Tableau S07-P01-C04-II  Indications et contre-indications à la ventilation non invasive (VNI) au cours d’une décompensation de BPCO.

Indications

Signes de détresse respiratoire aiguë

Acidose respiratoire (pH < 7,35 ; PaCO2 > 45 mmHg)

Contre-indications

Environnement inadapté, expertise insuffisante de l’équipe

Patient non coopérant, agité, opposant à la technique

Indication à une intubation immédiate (sauf VNI en pré-oxygénation)

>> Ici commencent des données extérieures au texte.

package dev.heed.spark;

import java.util.ArrayList;
import java.util.Iterator;
import java.util.List;
import java.util.NoSuchElementException;
import java.util.Objects;
import java.util.function.BiFunction;
import org.apache.spark.sql.Row;

/**
 * Records sorted (or clustered) by their first column, read as runs of equal keys: one output
 * record per run. Memory: one run's records.
 */
final class KeyRuns {

  private KeyRuns() {}

  /** Applies {@code f} to each run (its key and its records, in input order). */
  static Iterator<Row> map(Iterator<Row> input, BiFunction<Object, List<Row>, Row> f) {
    return new Iterator<>() {
      private Row pending = input.hasNext() ? input.next() : null;

      @Override
      public boolean hasNext() {
        return pending != null;
      }

      @Override
      public Row next() {
        if (pending == null) {
          throw new NoSuchElementException();
        }
        Object key = pending.get(0);
        List<Row> run = new ArrayList<>();
        while (pending != null && Objects.equals(pending.get(0), key)) {
          run.add(pending);
          pending = input.hasNext() ? input.next() : null;
        }
        return f.apply(key, run);
      }
    };
  }
}
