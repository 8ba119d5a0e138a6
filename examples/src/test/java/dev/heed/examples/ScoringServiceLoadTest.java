package dev.heed.examples;

import static org.junit.jupiter.api.Assertions.assertEquals;
import static org.junit.jupiter.api.Assertions.assertFalse;
import static org.junit.jupiter.api.Assertions.assertNotNull;
import static org.junit.jupiter.api.Assertions.assertNull;
import static org.junit.jupiter.api.Assertions.assertThrows;
import static org.junit.jupiter.api.Assertions.assertTrue;

import com.fasterxml.jackson.databind.JsonNode;
import com.fasterxml.jackson.databind.ObjectMapper;
import dev.heed.classify.Classification;
import dev.heed.classify.ClassifyOptions;
import dev.heed.classify.NodeClassifier;
import dev.heed.classify.NodeFeatures;
import dev.heed.demo.PaymentsNetwork;
import dev.heed.demo.PaymentsNetworkGenerator;
import dev.heed.graph.CsrGraph;
import dev.heed.graph.CsrGraphBuilder;
import dev.heed.graph.GraphPolicies;
import dev.heed.model.AttentionModel;
import java.io.IOException;
import java.io.InputStream;
import java.io.OutputStream;
import java.net.InetAddress;
import java.net.Socket;
import java.net.SocketTimeoutException;
import java.net.http.HttpClient;
import java.net.http.HttpRequest;
import java.net.http.HttpResponse;
import java.nio.charset.StandardCharsets;
import java.time.Duration;
import java.util.ArrayList;
import java.util.Arrays;
import java.util.HashMap;
import java.util.List;
import java.util.Map;
import java.util.Queue;
import java.util.SplittableRandom;
import java.util.TreeMap;
import java.util.concurrent.Callable;
import java.util.concurrent.CompletableFuture;
import java.util.concurrent.ConcurrentHashMap;
import java.util.concurrent.ConcurrentLinkedQueue;
import java.util.concurrent.CountDownLatch;
import java.util.concurrent.ExecutorService;
import java.util.concurrent.Executors;
import java.util.concurrent.Future;
import java.util.concurrent.TimeUnit;
import java.util.concurrent.atomic.AtomicInteger;
import org.junit.jupiter.api.AfterAll;
import org.junit.jupiter.api.BeforeAll;
import org.junit.jupiter.api.Test;
import org.junit.jupiter.params.ParameterizedTest;
import org.junit.jupiter.params.provider.ValueSource;
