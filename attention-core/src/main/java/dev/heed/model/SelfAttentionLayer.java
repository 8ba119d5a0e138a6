package dev.heed.model;

import com.fasterxml.jackson.databind.node.ObjectNode;
import dev.heed.attention.HeadShape;
import dev.heed.attention.ScoreFunction;
import dev.heed.graph.AttentionPattern;
import dev.heed.graph.CompletePattern;
import java.util.List;
import java.util.Locale;
import java.util.Map;
import java.util.Objects;
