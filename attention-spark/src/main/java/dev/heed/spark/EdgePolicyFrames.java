package dev.heed.spark;

import static org.apache.spark.sql.functions.col;

import dev.heed.graph.DirectionPolicy;
import dev.heed.graph.DuplicatePolicy;
import dev.heed.graph.GraphPolicies;
import dev.heed.graph.SelfLoopPolicy;
import java.util.List;
import java.util.stream.Collectors;
import org.apache.spark.sql.Dataset;
import org.apache.spark.sql.Row;

/**
 * Builds the attention graph's entries (src, dst) from an edge frame as {@link
 * dev.heed.graph.CsrGraphBuilder} builds a CSR graph: {@code symmetrise} adds j → i for every i → j
 * (a self-loop once); {@code reject} fails on an edge given twice (an undirected one, when
 * symmetrised, in either direction), {@code merge} keeps it once; {@code add} gives every node
 * exactly one self-loop, whether or not the edges had one, {@code as-given} keeps the edges' own.
 */
final class EdgePolicyFrames {

  private EdgePolicyFrames() {}

  /**
   * @param edges (src, dst), ids checked
   * @param nodes (id) of every node
   */
  static Dataset<Row> apply(Dataset<Row> edges, Dataset<Row> nodes, GraphPolicies policies) {
    Dataset<Row> e = edges.select(col("src"), col("dst"));
    if (policies.direction() == DirectionPolicy.SYMMETRISE) {
      e =
          e.unionByName(
              e.filter(col("src").notEqual(col("dst")))
                  .select(col("dst").as("src"), col("src").as("dst")));
    }
    if (policies.duplicates() == DuplicatePolicy.REJECT) {
      List<Row> repeated =
          e.groupBy("src", "dst").count().filter(col("count").gt(1)).limit(5).collectAsList();
      if (!repeated.isEmpty()) {
        throw new IllegalArgumentException(
            "duplicate edges under the 'reject' convention (source -> target, times given"
                + (policies.direction() == DirectionPolicy.SYMMETRISE ? ", either direction" : "")
                + "): "
                + repeated.stream()
                    .map(r -> r.get(0) + " -> " + r.get(1) + " (" + r.getLong(2) + ")")
                    .collect(Collectors.joining(", "))
                + "; remove the repeats or build with duplicates 'merge'");
      }
    }
    if (policies.selfLoops() == SelfLoopPolicy.ADD) {
      e = e.filter(col("src").notEqual(col("dst")));
      if (policies.duplicates() == DuplicatePolicy.MERGE) {
        e = e.distinct();
      }
      return e.unionByName(nodes.select(col("id").as("src"), col("id").as("dst")));
    }
    return policies.duplicates() == DuplicatePolicy.MERGE ? e.distinct() : e;
  }
}
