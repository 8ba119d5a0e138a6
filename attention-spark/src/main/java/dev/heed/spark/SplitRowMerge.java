package dev.heed.spark;

import dev.heed.attention.HeadShape;
import dev.heed.model.LayerSteps;
import java.util.Iterator;
import org.apache.spark.api.java.function.MapPartitionsFunction;
import org.apache.spark.broadcast.Broadcast;
import org.apache.spark.sql.Row;
import org.apache.spark.sql.RowFactory;

/**
 * Merges the parts of split rows, sorted by (target, part): their {@link PartialSoftmax} states
 * combine exactly, the result is the row's attention output, and the row is finished as a whole row
 * is in {@link RowBlockAttention}. Yields (id, next input), and with {@code keepState} also the
 * merged state (whose normalisers give the row's attention weights, {@link TopNeighbours}). Memory:
 * one row's part states, heads × (2 + valueDim) doubles each (a row has ceil(entries / cap) parts).
 */
final class SplitRowMerge implements MapPartitionsFunction<Row, Row> {

  private static final long serialVersionUID = 1L;

  private final Broadcast<byte[]> model;
  private final int layer;
  private final boolean keepState;

  SplitRowMerge(Broadcast<byte[]> model, int layer, boolean keepState) {
    this.model = model;
    this.layer = layer;
    this.keepState = keepState;
  }

  @Override
  public Iterator<Row> call(Iterator<Row> input) {
    LayerSteps steps = ExecutorModel.steps(model.value());
    HeadShape shape = steps.shape(layer);
    int next = ExecutorModel.nextAttention(steps, layer + 1);
    return KeyRuns.map(
        input,
        (id, parts) -> {
          PartialSoftmax row = new PartialSoftmax(shape.heads(), shape.valueDim());
          byte[] x = null;
          for (Row part : parts) {
            row.merge(
                PartialSoftmax.fromBytes(shape.heads(), shape.valueDim(), (byte[]) part.get(4)));
            if (part.get(3) != null) {
              x = (byte[]) part.get(3);
            }
          }
          if (x == null) {
            throw new IllegalStateException(
                "split row of target " + id + " lost its input row (" + parts.size() + " parts)");
          }
          float[] attended = new float[shape.valueWidth()];
          row.result(attended, 0);
          float[] y = steps.finish(layer, FloatBytes.floats(x), attended, 1);
          y = ExecutorModel.perNode(steps, layer + 1, next, y, 1);
          byte[] out = FloatBytes.of(y, 0, y.length);
          return keepState ? RowFactory.create(id, out, row.toBytes()) : RowFactory.create(id, out);
        });
  }
}
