package dev.heed.spark;

import dev.heed.graph.DirectionPolicy;
import dev.heed.graph.DuplicatePolicy;
import dev.heed.graph.GraphPolicies;
import dev.heed.graph.SelfLoopPolicy;
import dev.heed.model.AttentionModel;
import dev.heed.model.ModelFile;
import dev.heed.npy.NpyLimits;
import java.io.ByteArrayInputStream;
import java.io.IOException;
import java.util.ArrayList;
import java.util.Arrays;
import java.util.LinkedHashMap;
import java.util.List;
import java.util.Map;
import org.apache.spark.api.java.JavaSparkContext;
import org.apache.spark.sql.DataFrameReader;
import org.apache.spark.sql.Dataset;
import org.apache.spark.sql.Row;
import org.apache.spark.sql.SaveMode;
import org.apache.spark.sql.SparkSession;

/**
 * The spark-submit entry point: reads a model, an edges frame and a features frame, classifies
 * every node with {@link SparkNodeClassifier} and writes the predictions.
 *
 * <pre>
 * spark-submit --class dev.heed.spark.SparkScoringJob attention-spark-VERSION-job.jar \
 *   --model M.heed --edges EDGES --features FEATURES --out PREDICTIONS
 *   [--edges-format parquet|csv] [--features-format parquet|csv] [--out-format parquet|csv]
 *   [--id-column id] [--source-column source] [--target-column target]
 *   [--feature-columns A,B,...] [--direction symmetrise|keep] [--self-loops add|as-given]
 *   [--duplicates merge|reject] [--override-graph-policies] [--max-row-entries N]
 *   [--partitions N] [--explain K] [--overwrite]
 * </pre>
 *
 * <p>The model path is read through Spark's file systems (local, HDFS, object stores), so the
 * driver needs no local copy. CSV files have a header line; their ids are read as text and their
 * features as numbers. Graph conventions default to the model's; giving other ones fails, naming
 * each difference, unless {@code --override-graph-policies} is given (as {@code heed classify}).
 * {@code --explain K} adds each node's K strongest attention neighbours in the last attention layer
 * ({@link SparkNodeClassifier.Builder#explainNeighbours}). Exit codes: 0 done, 1 bad input (the
 * message says what and how to fix it), 2 usage.
 */
public final class SparkScoringJob {

  private SparkScoringJob() {}

  /**
   * Runs the job in the session spark-submit created (or a new local one).
   *
   * @param args the options above
   */
  public static void main(String[] args) {
    Map<String, String> opts;
    try {
      opts = parse(args);
    } catch (IllegalArgumentException e) {
      System.err.println("heed spark: " + e.getMessage());
      System.err.println(usage());
      System.exit(2);
      return;
    }
    SparkSession spark = SparkSession.builder().appName("heed-classify").getOrCreate();
    try {
      run(spark, opts);
    } catch (IllegalArgumentException | IOException e) {
      System.err.println("heed spark: " + e.getMessage());
      System.exit(1);
    } finally {
      spark.stop();
    }
  }

  /**
   * Runs the job in a given session; for tests and for callers that hold a session.
   *
   * @param spark the session
   * @param opts the parsed options
   * @throws IOException if the model cannot be read
   * @throws IllegalArgumentException if an option or the input is bad
   */
  static void run(SparkSession spark, Map<String, String> opts) throws IOException {
    String modelPath = opts.get("model");
    byte[] bytes =
        JavaSparkContext.fromSparkContext(spark.sparkContext())
            .binaryFiles(modelPath)
            .first()
            ._2()
            .toArray();
    AttentionModel model =
        ModelFile.read(new ByteArrayInputStream(bytes), modelPath, NpyLimits.defaults());
    SparkNodeClassifier.Builder b =
        SparkNodeClassifier.builder(model)
            .idColumn(opts.getOrDefault("id-column", "id"))
            .sourceColumn(opts.getOrDefault("source-column", "source"))
            .targetColumn(opts.getOrDefault("target-column", "target"));
    if (opts.containsKey("feature-columns")) {
      b.featureColumns(Arrays.asList(opts.get("feature-columns").split(",")));
    }
    if (opts.containsKey("max-row-entries")) {
      b.maxRowEntries(Integer.parseInt(opts.get("max-row-entries")));
    }
    if (opts.containsKey("partitions")) {
      b.partitions(Integer.parseInt(opts.get("partitions")));
    }
    if (opts.containsKey("explain")) {
      b.explainNeighbours(Integer.parseInt(opts.get("explain")));
    }
    GraphPolicies recorded = model.graphPolicies().orElse(GraphPolicies.UNDIRECTED_WITH_SELF_LOOPS);
    GraphPolicies asked =
        new GraphPolicies(
            GraphPolicies.policy(
                DirectionPolicy.class,
                opts.getOrDefault("direction", GraphPolicies.word(recorded.direction()))),
            GraphPolicies.policy(
                SelfLoopPolicy.class,
                opts.getOrDefault("self-loops", GraphPolicies.word(recorded.selfLoops()))),
            GraphPolicies.policy(
                DuplicatePolicy.class,
                opts.getOrDefault("duplicates", GraphPolicies.word(recorded.duplicates()))));
    List<String> differences = recorded.differences(asked);
    if (!differences.isEmpty() && model.graphPolicies().isPresent()) {
      if (!opts.containsKey("override-graph-policies")) {
        throw new IllegalArgumentException(
            "the model was trained on a graph built otherwise: "
                + String.join("; ", differences)
                + "; drop those options, or add --override-graph-policies to build it as asked");
      }
    }
    b.graphPolicies(asked);
    Dataset<Row> edges =
        read(spark, opts.getOrDefault("edges-format", "parquet"), opts.get("edges"));
    Dataset<Row> features =
        read(spark, opts.getOrDefault("features-format", "parquet"), opts.get("features"));
    if (opts.getOrDefault("features-format", "parquet").equals("csv")) {
      features = InputChecks.numericFeatures(features, opts.getOrDefault("id-column", "id"));
    }
    try (SparkScores scores = b.build().classify(spark, edges, features)) {
      var writer =
          scores
              .predictions()
              .write()
              .mode(opts.containsKey("overwrite") ? SaveMode.Overwrite : SaveMode.ErrorIfExists);
      String format = opts.getOrDefault("out-format", "parquet");
      if (format.equals("csv")) {
        writer.option("header", "true").csv(opts.get("out"));
      } else {
        writer.parquet(opts.get("out"));
      }
    }
  }

  private static Dataset<Row> read(SparkSession spark, String format, String path) {
    DataFrameReader r = spark.read();
    if (format.equals("csv")) {
      return r.option("header", "true").csv(path);
    }
    return r.parquet(path);
  }

  private static final List<String> VALUED =
      List.of(
          "model",
          "edges",
          "features",
          "out",
          "edges-format",
          "features-format",
          "out-format",
          "id-column",
          "source-column",
          "target-column",
          "feature-columns",
          "direction",
          "self-loops",
          "duplicates",
          "max-row-entries",
          "partitions",
          "explain");
  private static final List<String> FLAGS = List.of("override-graph-policies", "overwrite");

  /** Parses {@code --name value} and {@code --flag} options. */
  static Map<String, String> parse(String[] args) {
    Map<String, String> opts = new LinkedHashMap<>();
    for (int i = 0; i < args.length; i++) {
      String a = args[i];
      if (!a.startsWith("--")) {
        throw new IllegalArgumentException("unexpected argument '" + a + "'");
      }
      String name = a.substring(2);
      if (FLAGS.contains(name)) {
        opts.put(name, "true");
      } else if (VALUED.contains(name)) {
        if (i + 1 >= args.length) {
          throw new IllegalArgumentException("--" + name + " needs a value");
        }
        opts.put(name, args[++i]);
      } else {
        throw new IllegalArgumentException("unknown option '" + a + "'");
      }
    }
    List<String> missing = new ArrayList<>();
    for (String required : List.of("model", "edges", "features", "out")) {
      if (!opts.containsKey(required)) {
        missing.add("--" + required);
      }
    }
    if (!missing.isEmpty()) {
      throw new IllegalArgumentException("missing " + String.join(", ", missing));
    }
    for (String f : List.of("edges-format", "features-format", "out-format")) {
      String v = opts.get(f);
      if (v != null && !v.equals("parquet") && !v.equals("csv")) {
        throw new IllegalArgumentException("--" + f + " must be parquet or csv, got '" + v + "'");
      }
    }
    for (String n : List.of("max-row-entries", "partitions", "explain")) {
      String v = opts.get(n);
      if (v != null && !v.matches("[0-9]{1,9}")) {
        throw new IllegalArgumentException("--" + n + " must be a whole number, got '" + v + "'");
      }
    }
    return opts;
  }

  static String usage() {
    return "usage: spark-submit --class dev.heed.spark.SparkScoringJob attention-spark-job.jar"
        + " --model M.heed --edges PATH --features PATH --out PATH"
        + " [--edges-format|--features-format|--out-format parquet|csv]"
        + " [--id-column C] [--source-column C] [--target-column C] [--feature-columns A,B,...]"
        + " [--direction symmetrise|keep] [--self-loops add|as-given] [--duplicates merge|reject]"
        + " [--override-graph-policies] [--max-row-entries N] [--partitions N] [--explain K]"
        + " [--overwrite]";
  }
}
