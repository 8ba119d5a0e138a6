package dev.heed.spark;

import dev.heed.attention.HeadShape;
import dev.heed.attention.ReferenceAttention;
import dev.heed.attention.ScoreFunction;
import dev.heed.model.LayerSteps;
import java.io.Serializable;
import java.util.ArrayList;
import java.util.Comparator;
import java.util.HashMap;
import java.util.List;
import java.util.Map;
import java.util.PriorityQueue;
import org.apache.spark.api.java.function.MapPartitionsFunction;
import org.apache.spark.broadcast.Broadcast;
import org.apache.spark.sql.Row;
import org.apache.spark.sql.RowFactory;
import org.apache.spark.sql.types.DataType;
import org.apache.spark.sql.types.DataTypes;
import org.apache.spark.sql.types.StructType;

/**
 * The k sources a target attended to most in the last attention layer, by the attention weight
 * averaged over heads (as {@link dev.heed.classify.LayerExplanation#topNeighbours()}: the float64
 * mean of the heads' α, rounded to float; largest first, ties by smaller id). In Spark rows they
 * are 2·k nullable columns {@code neighbour_1, weight_1, ..., neighbour_k, weight_k} (the id type,
 * float), null past the row's entry count, the same columns as {@code heed classify --explain K}.
 *
 * <p>Whole rows take the kernel's weights. A split row's weights need its merged softmax
 * normaliser, so they are computed after the merge: each split row's entries meet their target's
 * query row and merged {@link PartialSoftmax} state, each task keeps its k best per target ({@link
 * #candidates}), and the few candidates per target are reduced to its k best ({@link #best}).
 */
final class TopNeighbours {

  private TopNeighbours() {}

  /** Adds the 2·k columns to {@code schema}. */
  static StructType addColumns(StructType schema, DataType idType, int k) {
    StructType s = schema;
    for (int i = 1; i <= k; i++) {
      s = s.add("neighbour_" + i, idType, true).add("weight_" + i, DataTypes.FloatType, true);
    }
    return s;
  }

  /** The column names, in order. */
  static List<String> columnNames(int k) {
    List<String> names = new ArrayList<>(2 * k);
    for (int i = 1; i <= k; i++) {
      names.add("neighbour_" + i);
      names.add("weight_" + i);
    }
    return names;
  }

  /** The mean over heads of entry {@code e}'s weights ({@code e·heads + h}), as on one machine. */
  static float meanWeight(float[] weights, int e, int heads) {
    double sum = 0;
    for (int h = 0; h < heads; h++) {
      sum += weights[e * heads + h];
    }
    return (float) (sum / heads);
  }

  /** Orders ids by their natural order (numbers by value, text by {@link String#compareTo}). */
  @SuppressWarnings({"unchecked", "rawtypes"})
  static int compareIds(Object a, Object b) {
    return ((Comparable) a).compareTo(b);
  }

  /** A source and its weight. */
  record Candidate(Object id, float weight) implements Serializable {}

  /** Largest weight first, then the smaller id. */
  static final Comparator<Candidate> BEST_FIRST =
      (a, b) -> {
        int c = Float.compare(b.weight(), a.weight());
        return c != 0 ? c : compareIds(a.id(), b.id());
      };

  /** The k best candidates offered, in a bounded heap: O(m log k) for m offers. */
  static final class Best {
    private final int k;
    private final PriorityQueue<Candidate> heap;

    Best(int k) {
      this.k = k;
      this.heap = new PriorityQueue<>(k + 1, BEST_FIRST.reversed());
    }

    void offer(Object id, float weight) {
      if (heap.size() == k) {
        Candidate worst = heap.peek();
        int c = Float.compare(weight, worst.weight());
        if (c < 0 || (c == 0 && compareIds(id, worst.id()) >= 0)) {
          return;
        }
      }
      heap.add(new Candidate(id, weight));
      if (heap.size() > k) {
        heap.poll();
      }
    }

    /** The kept candidates, best first. */
    List<Candidate> sorted() {
      List<Candidate> out = new ArrayList<>(heap);
      out.sort(BEST_FIRST);
      return out;
    }

    /** Writes the 2·k column values at {@code fields[off..]}: nulls past the kept count. */
    void writeTo(Object[] fields, int off) {
      List<Candidate> top = sorted();
      for (int i = 0; i < k; i++) {
        fields[off + 2 * i] = i < top.size() ? top.get(i).id() : null;
        fields[off + 2 * i + 1] = i < top.size() ? top.get(i).weight() : null;
      }
    }
  }

  /**
   * Over a split row's entries joined with their target's query and merged state, (dst, src, kv, q,
   * state) in any order: each task's k best sources per target, as (dst, src, weight). Memory: k
   * candidates per split target met.
   */
  static MapPartitionsFunction<Row, Row> candidates(Broadcast<byte[]> model, int layer, int k) {
    return input -> {
      LayerSteps steps = ExecutorModel.steps(model.value());
      ScoreFunction score = steps.score(layer);
      HeadShape shape = steps.shape(layer);
      int qw = shape.keyWidth();
      Map<Object, Best> best = new HashMap<>();
      Map<Object, PartialSoftmax> states = new HashMap<>();
      Map<Object, float[]> queries = new HashMap<>();
      float[] key = new float[qw];
      while (input.hasNext()) {
        Row r = input.next();
        Object dst = r.get(0);
        float[] query = queries.computeIfAbsent(dst, d -> FloatBytes.floats((byte[]) r.get(3)));
        PartialSoftmax state =
            states.computeIfAbsent(
                dst,
                d -> PartialSoftmax.fromBytes(shape.heads(), shape.valueDim(), (byte[]) r.get(4)));
        FloatBytes.read((byte[]) r.get(2), 0, qw, key, 0);
        double sum = 0;
        for (int h = 0; h < shape.heads(); h++) {
          double s = ReferenceAttention.score(score, shape, query, key, 0, 0, h);
          sum += (float) state.weight(h, s); // α rounded to float, as the kernel's
        }
        best.computeIfAbsent(dst, d -> new Best(k)).offer(r.get(1), (float) (sum / shape.heads()));
      }
      List<Row> out = new ArrayList<>();
      for (Map.Entry<Object, Best> e : best.entrySet()) {
        for (Candidate c : e.getValue().sorted()) {
          out.add(RowFactory.create(e.getKey(), c.id(), c.weight()));
        }
      }
      return out.iterator();
    };
  }

  /**
   * Over (dst, src, weight) candidates grouped by target (sorted by dst): each target's k best, as
   * (dst, neighbour_1, weight_1, ...).
   */
  static MapPartitionsFunction<Row, Row> best(int k) {
    return input ->
        KeyRuns.map(
            input,
            (dst, candidates) -> {
              Best best = new Best(k);
              for (Row c : candidates) {
                best.offer(c.get(1), c.getFloat(2));
              }
              Object[] fields = new Object[1 + 2 * k];
              fields[0] = dst;
              best.writeTo(fields, 1);
              return RowFactory.create(fields);
            });
  }
}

Coma (sauf coma hypercapnique lié à l’insuffisance respiratoire aiguë hypercapnique)

Épuisement respiratoire

État de choc, troubles du rythme ventriculaire graves

Sepsis sévère

Immédiatement après un arrêt cardiorespiratoire

Pneumothorax non drainé

Obstruction des voies aériennes supérieures (sauf apnées du sommeil obstructives)

Vomissements incoercibles

Hémorragie digestive haute

Traumatisme craniofacial

Tétraplégie traumatique aiguë à la phase initiale

IRA : insuffisance rénale aiguë.

 

Ventilation non invasive

Les objectifs de la mise sous assistance ventilatoire au cours des décompensations de BPCO sont de soulager la dyspnée, de corriger une hypoxémie, une acidose ou une hypercapnie menaçant le pronostic vital et de diminuer du travail respiratoire et la consommation d’oxygène, tout en évitant d’aggraver la distension thoracique. La ventilation non invasive est un mode d’assistance ventilatoire utilisant une interface s’adaptant au visage du patient (Figure S07-P01-C04-4) pour le connecter au ventilateur. Son usage s’est largement diffusé lors de ces vingt dernières années pour la prise en charge des patients BPCO en insuffisance respiratoire aiguë [7], [12], [28]. L’utilisation de la ventilation non invasive dans cette indication est associée dans les méta-analyses les plus récentes à une réduction de la mortalité, du recours à l’intubation orotrachéale, à la durée de séjour en réanimation et aux complications associées [14]. Il n’y a pas d’efficacité démontrée d’une interface sur une autre. Il faut donc proposer et essayer celle qui offre le meilleur compromis entre efficacité et tolérance, puisque la bonne tolérance des patients est un des critères déterminant son succès. Le recours à la ventilation non invasive et son succès dépendent de l’expérience des équipes médicales et paramédicales qui la pratiquent [12]. Lorsqu’elle est débutée, une stratégie de surveillance et de contrôle doit être prévue afin de ne pas méconnaître un échec (Tableau S07-P01-C04-III) et de ne pas retarder le recours à la ventilation mécanique invasive. Pour cette raison, la structure de soins (service d’accueil des urgences, déchoquage, unité de soins intensifs, réanimation, pneumologie) où est réalisée la ventilation non invasive doit faire l’objet d’une discussion pré-établie entre les différents partenaires locaux impliqués dans la prise en charge de ces patients (médecins urgentistes, réanimateurs, pneumologues). Concernant la durée et le sevrage de la ventilation non invasive, il n’existe pas de processus standardisé. Le sevrage s’effectuera de manière progressive en espaçant les séances. L’arrêt complet sera envisagé après stabilisation clinique et gazométrique.

 

Tableau S07-P01-C04-III  Facteurs prédictifs d’échec de la ventilation non invasive (VNI).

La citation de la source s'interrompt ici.